= Beginning of Section =

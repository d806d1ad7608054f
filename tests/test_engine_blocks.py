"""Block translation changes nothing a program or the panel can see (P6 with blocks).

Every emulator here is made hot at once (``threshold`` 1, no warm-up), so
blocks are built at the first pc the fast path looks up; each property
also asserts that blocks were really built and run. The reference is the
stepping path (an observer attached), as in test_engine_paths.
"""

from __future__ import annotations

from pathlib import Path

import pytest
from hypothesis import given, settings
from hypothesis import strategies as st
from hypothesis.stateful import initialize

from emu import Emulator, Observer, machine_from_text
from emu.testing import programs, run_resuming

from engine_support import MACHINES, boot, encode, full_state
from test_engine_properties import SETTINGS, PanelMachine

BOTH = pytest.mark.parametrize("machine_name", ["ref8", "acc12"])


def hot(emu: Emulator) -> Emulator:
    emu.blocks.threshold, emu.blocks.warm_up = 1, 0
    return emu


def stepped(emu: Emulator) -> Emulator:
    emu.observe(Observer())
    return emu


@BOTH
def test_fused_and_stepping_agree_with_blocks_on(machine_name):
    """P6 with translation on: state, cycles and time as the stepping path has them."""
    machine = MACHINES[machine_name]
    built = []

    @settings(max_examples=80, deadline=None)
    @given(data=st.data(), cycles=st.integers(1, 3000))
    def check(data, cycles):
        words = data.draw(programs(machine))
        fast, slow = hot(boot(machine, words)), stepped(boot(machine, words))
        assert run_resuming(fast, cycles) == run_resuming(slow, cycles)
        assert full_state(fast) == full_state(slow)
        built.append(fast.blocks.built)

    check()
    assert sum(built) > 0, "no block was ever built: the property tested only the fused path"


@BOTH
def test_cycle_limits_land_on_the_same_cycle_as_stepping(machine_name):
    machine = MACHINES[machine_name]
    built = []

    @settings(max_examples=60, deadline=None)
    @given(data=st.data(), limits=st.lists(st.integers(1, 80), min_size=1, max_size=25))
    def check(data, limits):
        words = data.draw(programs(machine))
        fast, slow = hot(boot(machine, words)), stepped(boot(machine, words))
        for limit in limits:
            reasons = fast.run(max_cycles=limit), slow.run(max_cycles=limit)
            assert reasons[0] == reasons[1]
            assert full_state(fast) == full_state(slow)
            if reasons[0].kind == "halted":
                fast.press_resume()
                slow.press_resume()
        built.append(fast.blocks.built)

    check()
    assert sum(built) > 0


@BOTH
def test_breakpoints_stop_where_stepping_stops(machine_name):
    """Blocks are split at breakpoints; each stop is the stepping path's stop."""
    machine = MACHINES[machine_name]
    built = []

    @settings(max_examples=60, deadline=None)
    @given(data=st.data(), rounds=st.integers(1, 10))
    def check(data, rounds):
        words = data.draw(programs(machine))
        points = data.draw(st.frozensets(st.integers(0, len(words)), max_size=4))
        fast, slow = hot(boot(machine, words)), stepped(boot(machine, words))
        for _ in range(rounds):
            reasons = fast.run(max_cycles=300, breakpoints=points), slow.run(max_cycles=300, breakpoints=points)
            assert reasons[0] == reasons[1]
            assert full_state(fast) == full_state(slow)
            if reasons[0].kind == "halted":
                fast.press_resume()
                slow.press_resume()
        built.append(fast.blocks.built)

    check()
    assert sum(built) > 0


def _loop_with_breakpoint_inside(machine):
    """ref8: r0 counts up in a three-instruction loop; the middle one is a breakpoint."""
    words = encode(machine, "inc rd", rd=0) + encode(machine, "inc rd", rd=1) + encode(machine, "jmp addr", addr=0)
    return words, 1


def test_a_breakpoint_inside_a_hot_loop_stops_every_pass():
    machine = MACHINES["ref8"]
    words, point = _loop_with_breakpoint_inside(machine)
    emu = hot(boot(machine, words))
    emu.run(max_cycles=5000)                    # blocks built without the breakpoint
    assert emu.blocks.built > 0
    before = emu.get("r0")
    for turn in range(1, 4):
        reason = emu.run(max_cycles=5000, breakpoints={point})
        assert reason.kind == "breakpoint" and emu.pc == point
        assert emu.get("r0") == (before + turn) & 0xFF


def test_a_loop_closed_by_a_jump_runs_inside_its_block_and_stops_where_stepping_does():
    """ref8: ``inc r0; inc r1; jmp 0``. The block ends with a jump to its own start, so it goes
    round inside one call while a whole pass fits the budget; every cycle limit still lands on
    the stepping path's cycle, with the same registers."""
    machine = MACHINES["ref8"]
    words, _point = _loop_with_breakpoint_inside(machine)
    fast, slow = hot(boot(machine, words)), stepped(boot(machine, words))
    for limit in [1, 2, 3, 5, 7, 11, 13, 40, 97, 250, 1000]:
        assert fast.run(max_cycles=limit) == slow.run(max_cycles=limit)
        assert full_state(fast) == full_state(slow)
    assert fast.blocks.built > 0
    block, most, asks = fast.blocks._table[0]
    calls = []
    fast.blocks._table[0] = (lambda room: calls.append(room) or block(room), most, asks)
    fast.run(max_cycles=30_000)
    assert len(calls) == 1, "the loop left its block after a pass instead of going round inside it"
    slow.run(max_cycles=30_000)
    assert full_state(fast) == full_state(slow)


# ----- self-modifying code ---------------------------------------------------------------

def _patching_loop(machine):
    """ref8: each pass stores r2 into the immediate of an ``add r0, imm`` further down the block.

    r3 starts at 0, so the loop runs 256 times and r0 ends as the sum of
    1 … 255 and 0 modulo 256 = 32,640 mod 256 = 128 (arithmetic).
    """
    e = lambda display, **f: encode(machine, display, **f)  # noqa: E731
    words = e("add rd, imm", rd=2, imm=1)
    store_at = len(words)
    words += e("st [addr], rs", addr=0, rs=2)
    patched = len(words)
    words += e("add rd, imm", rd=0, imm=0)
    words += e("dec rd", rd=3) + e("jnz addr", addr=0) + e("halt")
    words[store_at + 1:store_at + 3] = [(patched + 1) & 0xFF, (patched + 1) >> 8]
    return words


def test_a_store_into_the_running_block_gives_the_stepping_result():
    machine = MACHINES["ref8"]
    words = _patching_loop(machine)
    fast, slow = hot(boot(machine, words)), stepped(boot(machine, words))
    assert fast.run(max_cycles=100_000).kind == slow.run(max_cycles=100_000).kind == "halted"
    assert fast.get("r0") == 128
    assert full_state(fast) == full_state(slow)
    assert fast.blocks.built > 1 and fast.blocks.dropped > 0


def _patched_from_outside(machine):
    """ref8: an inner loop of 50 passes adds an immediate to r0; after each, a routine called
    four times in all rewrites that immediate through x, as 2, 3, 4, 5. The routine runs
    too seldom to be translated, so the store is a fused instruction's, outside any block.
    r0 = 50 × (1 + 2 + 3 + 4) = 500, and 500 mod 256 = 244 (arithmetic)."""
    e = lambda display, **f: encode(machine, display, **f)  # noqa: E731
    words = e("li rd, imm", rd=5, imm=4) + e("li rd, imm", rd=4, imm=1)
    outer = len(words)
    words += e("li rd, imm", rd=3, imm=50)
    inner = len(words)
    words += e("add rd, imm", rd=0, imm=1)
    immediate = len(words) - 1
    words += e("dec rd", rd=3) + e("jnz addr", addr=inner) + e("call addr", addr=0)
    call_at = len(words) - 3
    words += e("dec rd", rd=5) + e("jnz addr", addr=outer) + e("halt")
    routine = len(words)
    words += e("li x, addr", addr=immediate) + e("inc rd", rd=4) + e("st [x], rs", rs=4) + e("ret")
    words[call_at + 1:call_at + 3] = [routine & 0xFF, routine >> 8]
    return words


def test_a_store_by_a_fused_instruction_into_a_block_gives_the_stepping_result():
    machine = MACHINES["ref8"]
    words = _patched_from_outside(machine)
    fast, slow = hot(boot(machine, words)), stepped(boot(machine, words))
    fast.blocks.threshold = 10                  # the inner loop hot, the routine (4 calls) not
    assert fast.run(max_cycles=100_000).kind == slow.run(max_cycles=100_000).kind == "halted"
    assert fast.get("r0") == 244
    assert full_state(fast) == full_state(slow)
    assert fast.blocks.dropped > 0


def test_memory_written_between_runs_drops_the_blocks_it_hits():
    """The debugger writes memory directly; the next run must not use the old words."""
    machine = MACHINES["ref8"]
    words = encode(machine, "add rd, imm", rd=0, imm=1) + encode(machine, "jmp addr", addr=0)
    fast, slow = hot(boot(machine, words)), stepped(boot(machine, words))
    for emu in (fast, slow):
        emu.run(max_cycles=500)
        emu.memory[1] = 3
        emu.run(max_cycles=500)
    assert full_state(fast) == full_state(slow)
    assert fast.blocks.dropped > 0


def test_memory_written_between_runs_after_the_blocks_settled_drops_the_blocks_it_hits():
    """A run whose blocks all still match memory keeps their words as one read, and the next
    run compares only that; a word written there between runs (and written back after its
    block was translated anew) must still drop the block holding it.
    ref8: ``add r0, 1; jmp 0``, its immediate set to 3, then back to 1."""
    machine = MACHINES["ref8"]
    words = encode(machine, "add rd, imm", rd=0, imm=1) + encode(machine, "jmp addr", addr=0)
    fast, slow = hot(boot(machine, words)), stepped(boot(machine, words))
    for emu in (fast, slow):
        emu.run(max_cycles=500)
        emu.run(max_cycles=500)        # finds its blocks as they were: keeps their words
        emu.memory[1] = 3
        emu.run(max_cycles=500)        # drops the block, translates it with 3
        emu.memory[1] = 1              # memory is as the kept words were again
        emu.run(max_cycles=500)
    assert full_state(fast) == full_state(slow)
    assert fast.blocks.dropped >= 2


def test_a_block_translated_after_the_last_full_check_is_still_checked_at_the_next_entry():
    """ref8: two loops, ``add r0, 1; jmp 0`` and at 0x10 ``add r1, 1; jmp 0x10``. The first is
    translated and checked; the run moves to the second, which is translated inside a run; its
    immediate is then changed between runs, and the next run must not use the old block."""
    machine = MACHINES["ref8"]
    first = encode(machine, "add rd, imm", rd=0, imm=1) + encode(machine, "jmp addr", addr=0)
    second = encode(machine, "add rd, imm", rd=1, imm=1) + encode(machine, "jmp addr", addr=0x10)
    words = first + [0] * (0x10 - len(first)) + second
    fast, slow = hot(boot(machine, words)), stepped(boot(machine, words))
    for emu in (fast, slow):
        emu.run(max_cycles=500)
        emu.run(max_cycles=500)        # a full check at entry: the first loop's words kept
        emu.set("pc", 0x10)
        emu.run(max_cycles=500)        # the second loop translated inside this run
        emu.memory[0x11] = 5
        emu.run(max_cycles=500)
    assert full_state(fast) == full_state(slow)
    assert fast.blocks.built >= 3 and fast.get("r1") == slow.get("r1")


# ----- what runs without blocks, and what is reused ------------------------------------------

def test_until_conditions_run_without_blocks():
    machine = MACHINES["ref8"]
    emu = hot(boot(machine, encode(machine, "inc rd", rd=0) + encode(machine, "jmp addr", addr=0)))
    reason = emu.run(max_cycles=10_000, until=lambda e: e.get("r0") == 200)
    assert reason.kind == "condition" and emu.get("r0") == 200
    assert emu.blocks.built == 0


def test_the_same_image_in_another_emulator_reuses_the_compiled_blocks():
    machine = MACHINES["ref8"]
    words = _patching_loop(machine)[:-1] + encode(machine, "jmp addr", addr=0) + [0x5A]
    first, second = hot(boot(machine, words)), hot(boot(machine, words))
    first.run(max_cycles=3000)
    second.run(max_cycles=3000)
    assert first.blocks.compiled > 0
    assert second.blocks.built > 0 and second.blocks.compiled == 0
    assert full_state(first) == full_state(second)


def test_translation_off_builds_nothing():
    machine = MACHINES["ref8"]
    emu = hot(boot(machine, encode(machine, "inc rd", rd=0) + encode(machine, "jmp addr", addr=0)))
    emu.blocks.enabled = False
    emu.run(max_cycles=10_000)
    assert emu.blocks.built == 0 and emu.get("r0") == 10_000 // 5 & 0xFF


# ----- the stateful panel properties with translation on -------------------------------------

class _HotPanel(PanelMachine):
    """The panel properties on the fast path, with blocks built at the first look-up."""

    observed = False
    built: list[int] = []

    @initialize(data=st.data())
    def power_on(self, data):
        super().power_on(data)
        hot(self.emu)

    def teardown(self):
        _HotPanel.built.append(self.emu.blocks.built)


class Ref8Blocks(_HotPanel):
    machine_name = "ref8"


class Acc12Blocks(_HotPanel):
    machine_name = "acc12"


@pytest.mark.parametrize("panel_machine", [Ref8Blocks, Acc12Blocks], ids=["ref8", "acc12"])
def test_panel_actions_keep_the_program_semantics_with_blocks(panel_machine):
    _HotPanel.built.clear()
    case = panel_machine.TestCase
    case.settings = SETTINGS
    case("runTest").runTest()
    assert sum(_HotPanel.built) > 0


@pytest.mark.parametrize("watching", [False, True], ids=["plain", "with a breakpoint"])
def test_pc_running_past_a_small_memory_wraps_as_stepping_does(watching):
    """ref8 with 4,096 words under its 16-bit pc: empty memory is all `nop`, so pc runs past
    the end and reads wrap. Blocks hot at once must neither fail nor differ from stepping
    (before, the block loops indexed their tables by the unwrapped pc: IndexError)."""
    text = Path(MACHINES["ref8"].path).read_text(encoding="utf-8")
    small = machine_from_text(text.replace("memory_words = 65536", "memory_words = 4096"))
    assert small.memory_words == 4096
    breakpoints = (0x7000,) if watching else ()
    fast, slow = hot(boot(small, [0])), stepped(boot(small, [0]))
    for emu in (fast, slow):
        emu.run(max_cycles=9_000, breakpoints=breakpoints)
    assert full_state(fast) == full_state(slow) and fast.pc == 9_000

= End of Section =

--- Exercise goal ---
A complete answer gives every line of the data that includes "loops".

--- Answer area ---
    """ref8: two loops, ``add r0, 1; jmp 0`` and at 0x10 ``add r1, 1; jmp 0x10``. The first is
    (before, the block loops indexed their tables by the unwrapped pc: IndexError)."""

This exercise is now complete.